MB: I’m inspired by many poets, and there are so
many wonderful ones. Of course I love
the greats I mentioned earlier (I’ve been a Yeats fan for a long time), but
also and pretty much just off the top of my head, Stevie Smith, Emily
Dickenson, Dorothy Porter, William Carlos Williams, Luke Davies’ Totem (an
extended love poem which shows what language can do), and many others – I could
probably go on and on – I read a lot!
More than I write.
LPR: Have you any favorite writing tips you can
share with beginning writers?
MB: Read!
It’s critical to develop your sense of what is good and what isn’t good
writing. Also don’t self-edit too much
and try to do a little writing every day.
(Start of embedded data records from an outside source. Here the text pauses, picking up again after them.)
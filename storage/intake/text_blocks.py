"""Reads a text file in bounded blocks of whole lines, however long a hostile line may be."""

from __future__ import annotations

from collections.abc import Callable, Iterator
from dataclasses import dataclass
from hashlib import sha256
from pathlib import Path
from typing import BinaryIO

from core.record.message import refuse
from storage.intake.findings import unreadable

BLOCK = 1 << 20
MAX_LINE = 128 * 1024
_BOMS = ((b"\xff\xfe", "UTF-16"), (b"\xfe\xff", "UTF-16"))
_UTF8_BOM = b"\xef\xbb\xbf"


@dataclass(frozen=True, slots=True)
class TextBlock:
    """Whole lines, each ended by LF: the bytes, the number of the first line, how many lines."""

    data: bytes
    first_line: int
    lines: int


class BlockReader:
    """Iterates over a file's blocks, hashing as it goes.

    Raises:
        UnreadableFileError: a line over 128 KB, NUL bytes, or bytes that are not UTF-8.
        RecordError: `intake.cancelled`.
    """

    def __init__(
        self, path: Path, progress: Callable[[int, int], None] | None = None,
        cancelled: Callable[[], bool] | None = None,
    ) -> None:  # fmt: skip
        self._path, self._progress, self._cancelled = path, progress, cancelled
        self._hash = sha256()
        self.size = 0

    @property
    def sha(self) -> str:
        """SHA-256 of what was read so far, as hex."""
        return self._hash.hexdigest()

    def __iter__(self) -> Iterator[TextBlock]:
        total = self._path.stat().st_size
        with self._path.open("rb") as file:
            yield from self._whole_lines(file, total)

    def _whole_lines(self, file: BinaryIO, total: int) -> Iterator[TextBlock]:
        carried = self._start(file)
        line = 1
        while True:
            if self._cancelled is not None and self._cancelled():
                raise refuse("intake.cancelled", path=self._path.name)
            fresh = self._read(file)
            if self._progress is not None:
                self._progress(self.size, total)
            data = carried + fresh
            if not fresh:
                if data:
                    yield _last_lines(data, line)
                return
            end = cut_at(data)
            if end == 0 and len(data) > MAX_LINE:
                raise _too_long(data, line)
            carried = data[end:]
            if end:
                whole = TextBlock(data[:end], line, data.count(b"\n", 0, end))
                _check_text(whole)
                yield whole
                line += whole.lines
            if len(carried) > MAX_LINE and b"\n" not in carried:
                raise _too_long(carried, line)

    def _start(self, file: BinaryIO) -> bytes:
        """The first bytes, without a UTF-8 mark."""
        first = self._read(file, 3)
        for mark, name in _BOMS:
            if first.startswith(mark):
                raise unreadable(1, name, "file.encoding", found=name, accepted="UTF-8")
        return first.removeprefix(_UTF8_BOM)

    def _read(self, file: BinaryIO, size: int = BLOCK) -> bytes:
        data = file.read(size)
        self._hash.update(data)
        self.size += len(data)
        return data


def _last_lines(data: bytes, line: int) -> TextBlock:
    """The end of the file, with the line end that it may lack."""
    tail = data[data.rfind(b"\n") + 1 :]
    if len(tail) > MAX_LINE:
        raise _too_long(tail, line + data.count(b"\n"))
    whole = data if data.endswith(b"\n") else data + b"\n"
    block = TextBlock(whole, line, whole.count(b"\n"))
    _check_text(block)
    return block


def cut_at(data: bytes) -> int:
    """Where to cut so that no quoted field is cut: after the last line end with quotes in pairs before it.

    A lone quotation mark inside a field would move the pairs for good, so beyond `MAX_LINE` the last line end
    serves, and the parser judges.
    """
    last = end = data.rfind(b"\n") + 1
    if b'"' not in data:
        return end
    odd = data.count(b'"', 0, end) % 2
    while odd and end:
        before = data.rfind(b"\n", 0, end - 1) + 1
        odd ^= data.count(b'"', before, end) % 2
        end = before
        if last - end > MAX_LINE:
            return last
    return end


def _check_text(block: TextBlock) -> None:
    data = block.data
    at = data.find(b"\x00")
    if at >= 0:
        line = block.first_line + data.count(b"\n", 0, at)
        raise unreadable(line, "NUL", "file.binary", accepted="text in UTF-8")
    if data.isascii():
        _check_line_lengths(block)
        return
    try:
        data.decode("utf-8")
    except UnicodeDecodeError as error:
        line = block.first_line + data.count(b"\n", 0, error.start)
        value = f"byte {data[error.start : error.start + 1].hex()}"
        key = "file.binary" if line == 1 else "file.encoding"  # a header that is no text is no log at all
        raise unreadable(line, value, key, found="not UTF-8", accepted="text in UTF-8") from None
    _check_line_lengths(block)


def _check_line_lengths(block: TextBlock) -> None:
    data, start = block.data, 0
    # a line over the limit spans a whole window without a line end: look only at windows' last line ends
    while len(data) - start > MAX_LINE:
        end = data.rfind(b"\n", start, start + MAX_LINE + 1)
        if end < 0:
            raise _too_long(data[start:], block.first_line + data.count(b"\n", 0, start))
        start = end + 1


def _too_long(data: bytes, line: int) -> Exception:
    shown = data[:60].decode("utf-8", "replace")
    return unreadable(line, shown, "line.too_long", accepted=f"{MAX_LINE} bytes")
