"""A file while it is read block by block: hashed, its progress told, stopped when a person says so."""

from __future__ import annotations

from collections.abc import Callable
from hashlib import sha256
from pathlib import Path
from typing import BinaryIO

from core.record.message import refuse
from storage.intake.steady_file import SteadyFile

BLOCK = 1 << 20
Progress = Callable[[int, int], None]


class WatchedFile:
    """What the readers of files share. `size` counts the bytes read so far."""

    def __init__(
        self, path: Path, progress: Progress | None = None, cancelled: Callable[[], bool] | None = None
    ) -> None:
        self.path, self._progress, self._cancelled = path, progress, cancelled
        self._hash = sha256()
        self.size = 0

    @property
    def sha(self) -> str:
        """SHA-256 of what was read so far, as hex."""
        return self._hash.hexdigest()

    def read(self, file: BinaryIO, steady: SteadyFile, size: int = 0) -> bytes:
        """The next bytes, a block of them where no size is given.

        Raises:
            RecordError: `intake.cancelled`.
            UnreadableFileError: `file.changed`.
        """
        if self._cancelled is not None and self._cancelled():
            raise refuse("intake.cancelled", path=self.path.name)
        data = file.read(size or BLOCK)
        self._hash.update(data)
        self.size += len(data)
        steady.check_read(self.size)
        if self._progress is not None:
            self._progress(self.size, steady.size)
        return data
What I read is good – and far better than I can hope to write now (but
always aspire to the best) and it’s easy to just decide that there’s no point
in putting my own paltry offering out to the world where there’s already so
much good stuff available. You just have
to turn that critical voice off and keep writing. Like all art, writing requires hard work, not
inspiration, to become good, and you have to keep doing it, editing it, taking
risks, revising, taking advice and moving forward. Not even experienced and great writers get
perfection on the first draft.
LPR: You have a
good imagination, Magdalena. Would you mind suggesting three topics that would
be good for poems?
MB: Sure.
What about (these are really six topics but as dichotomies they can play
against one another): a) birth/death b)
war/peace c) voyage/return
The topics are
deliberately vague. You could, for
example (as I have), juxtapose the birth of a child with the birth of the
universe and play the two against one another.
LPR: They are
great! Thank you. Finally, where can we buy Cherished
Pulse and your other writings?
MB: You can find everything at my website The
Compulsive Reader www.compulsivereader.com/html including lots of book giveaways and a free
newsletter. If you forget the html and
type in www.compulsivereader.com
you’ll get there too. To get directly to
Cherished Pulse, visit:
http://www.compulsivereader.com/html/images/cherishedpulse.htm
If you sign up for
the free newsletter, I’ll shamelessly bang my drum and send purchasing links
(and no doubt some outrageously good promotional deals!) for Sleep Before Evening when it’s out. Any would be reviewers can contact me
directly for more details.
LPR: Thank you for
sharing your thoughts and ideas with us. It's been a pleasure to speak with you
and a most enjoyable interview. Good luck with all your future endeavours.